What she can be -- somewhat -- certain of at the end of it all is that she's alone in the paddock, still tied at wrist and ankle, and that a strange, bleeding-pink dawn is breaking over the Market. The smells of some sort of food, somehow both rotten-fruit and roasted meat, simultaneously turn her stomach and make her mouth water. How long ago did she eat?


She's not sure. Not sure at all. What's time, again? There's nothing so orderly and predictable as a delineated progression around a clockface or sundial. So much of certainty has been left on the metaphorical midden heap- at least, the girl who will be Cordy prays it's just a metaphor- and what she's left with is her unreliable observations of the here and now.

She's hungry.

She's alone.

She doesn't know what happened to the soldier, nor the woman, nor the child, who had seemed half-gone before ever she set foot- no, she hasn't stood since she arrived- since she set rump here. She doesn't quite have the foundation to feel -sad-, but tears flow anyway, unnoticed, staining cheeks still plump with soft baby fat.
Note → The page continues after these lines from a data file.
//! What came and went in a day: water and heat, term by term, and how far they fail to close.
//!
//! Methods: `docs/methods.md`, section 8.

use super::step::MOST_OPEN;

/// The terms of one conserved quantity over a day, each counted as it adds to the pool.
#[derive(Debug, Clone, Copy, Default, PartialEq)]
pub struct Terms {
    /// Held at the start.
    pub before: f64,
    /// Brought by the inflow.
    pub inflow: f64,
    /// Taken by the release; negative.
    pub release: f64,
    /// Through the surface: sun, air, contact and what evaporation cools, in the balance of heat; what evaporates, in
    /// that of water; negative where it leaves.
    pub surface: f64,
    /// Held at the end.
    pub after: f64,
}

impl Terms {
    /// What is held at the end beyond what the terms account for.
    pub fn error(&self) -> f64 {
        self.after - self.before - self.inflow - self.release - self.surface
    }

    /// The error over the largest of the terms.
    pub fn relative_error(&self) -> f64 {
        let most = [self.before, self.inflow, self.release, self.surface, self.after]
            .into_iter()
            .map(f64::abs)
            .fold(0.0, f64::max);
        if most > 0.0 { self.error().abs() / most } else { 0.0 }
    }
}

/// The balances of a day.
#[derive(Debug, Clone, Copy, Default, PartialEq)]
pub struct Balance {
    /// Of water, m3.
    pub water_m3: Terms,
    /// Of heat above 0 C, J.
    pub heat_j: Terms,
}

impl Balance {
    /// Whether both close to round-off.
    ///
    /// # Errors
    /// The quantity that does not, with its terms, in words.
    pub fn closes(&self) -> Result<(), String> {
        for (what, unit, terms) in [("water", "m3", &self.water_m3), ("heat", "J", &self.heat_j)] {
            let open = terms.relative_error();
            // a sum that is no number is open too
            if open <= MOST_OPEN {
                continue;
            }
            let Terms { before, inflow, release, surface, after } = *terms;
            return Err(format!(
                "the balance of {what} is open by {:.3e} {unit}: before {before:.6e}, inflow {inflow:.6e}, release \
                 {release:.6e}, surface {surface:.6e}, after {after:.6e}",
                terms.error()
            ));
        }
        Ok(())
    }
}
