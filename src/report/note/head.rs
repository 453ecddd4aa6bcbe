//! What the change order begins with: the dam, what it is of, what is released now and in the end, what is missed.

use crate::mix::{Blend, Setting, TargetStanding};
use crate::order::Order;
use crate::site::Site;
use crate::tasks::Context;
use crate::tasks::note::{NoteAnswer, Subject};
use crate::units::say;

use super::words::{dam, flow, gates, moment, named, stands, subject};

/// Flows nearer than this are one, m3/s (choice: no figure of the order shows less).
const SAME_FLOW_M3S: f64 = 0.05;

pub(super) fn facts(context: &Context, answer: &NoteAnswer) -> Vec<(String, String)> {
    let site = context.site();
    let fact = |label: &str, value: String| (label.to_owned(), value);
    let datum = site.datum.name();
    let mut out = vec![
        fact("Dam", dam(site)),
        fact("Pool", format!("{} above {datum}", say::m(context.profile.pool_m, 2))),
        fact("Order of", subject(answer)),
    ];
    out.extend(site.order.to.clone().map(|to| fact("To", to)));
    let in_all = |setting: &Setting| {
        let flows = setting.gates.iter().chain(&setting.leaks).map(|gate| gate.flow_m3s);
        flow(flows.sum())
    };
    let wanted = &answer.mix.setting;
    let whole = || format!("{}; in all {}", gates(site, wanted), in_all(wanted));
    // what is set now and what is to be stand in a table below, where both are known
    match &answer.before {
        _ if answer.stands => out.push(fact("Set", whole())),
        Some(before) => {
            let way = answer.order.as_ref().and_then(|order| order.as_ref().ok()).and_then(highest);
            let way = way.map_or_else(String::new, |most| format!(", on the way up to {}", flow(most)));
            out.push(fact("Release", format!("now {}{way}, to be {}", in_all(before), in_all(wanted))));
        }
        None => {
            out.push(fact("Set now", "NOT KNOWN".to_owned()));
            out.push(fact("To be set", whole()));
        }
    }
    out.extend(logged(context, answer).map(|words| fact("Log", words)));
    out.extend(missed(site, answer).map(|words| fact("Targets", words)));
    if !answer.stands {
        out.push(fact("Begins", format!("{}, not before", moment(site, answer.begins))));
    }
    if let Some(change) =
        answer.mix.change.as_ref().filter(|change| change.moves.crew_hours > 0.0 && !answer.stands)
    {
        let from = change.earliest.map_or_else(String::new, |day| format!("; the crew can come from {day}"));
        out.push(fact("Crew", format!("{:.1} crew hours{from}", change.moves.crew_hours)));
    }
    out
}

/// What the log says of the decision: that it was amended, or that one is due again.
fn logged(context: &Context, answer: &NoteAnswer) -> Option<String> {
    let decided = context.standing()?;
    let (id, until) = (decided.id, decided.decision.until);
    match answer.subject {
        Subject::Decision(of) if of == id => {
            let amended = match decided.amended {
                0 => None,
                1 => Some("amended once".to_owned()),
                times => Some(format!("amended {times} times")),
            };
            let again = until.map(|until| format!("to be decided again by {until}"));
            let words: Vec<String> = amended.into_iter().chain(again).collect();
            (!words.is_empty()).then(|| format!("decision {id}: {}", words.join(", ")))
        }
        _ => until
            .filter(|_| decided.is_overdue(context.on.date_naive()))
            .map(|until| format!("decision {id} was to be decided again by {until}: it holds no longer")),
    }
}

/// Targets that are missed or unknown.
fn missed(site: &Site, answer: &NoteAnswer) -> Option<String> {
    let row = |standing: &TargetStanding| {
        let rule = site.targets.get(standing.target)?;
        Some(format!("{}: {}", named(rule), stands(standing, rule)))
    };
    let unlike = |standing: &&TargetStanding| standing.missed() || standing.unknown(site);
    let all: Vec<String> = answer.mix.mix.targets.iter().filter(unlike).filter_map(row).collect();
    (!all.is_empty()).then(|| all.join("; "))
}

/// The greatest flow after a step, m3/s, where it is greater than before and in the end.
fn highest(order: &Order) -> Option<f64> {
    let of = |release: Option<Blend>| release.map_or(0.0, |release| release.flow_m3s);
    let ends = of(order.before).max(of(order.after));
    let most = order.steps.iter().map(|step| of(step.after)).fold(0.0, f64::max);
    (most > ends + SAME_FLOW_M3S).then_some(most)
}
"" She tries asking, to the empty air, if no bugpeople are nearby. "<May I have something to eat? Or some water?>"


Silence answers her for the longest time, left alone to let hunger and uncertainty gnaw at her in turns as the Market wakes.

Eventually, though, perhaps in answer to her, or perhaps on its own schedule, the sky seems to fold in on itself, and the air itself disgorges a compressed pink brick of what might be meat or might be Jell-o, or might be something else entirely. It lands next to her face with a splut, kicking up dirt to stick to those cheeks, to her forehead, and into her eyes if she doesn't close them fast enough.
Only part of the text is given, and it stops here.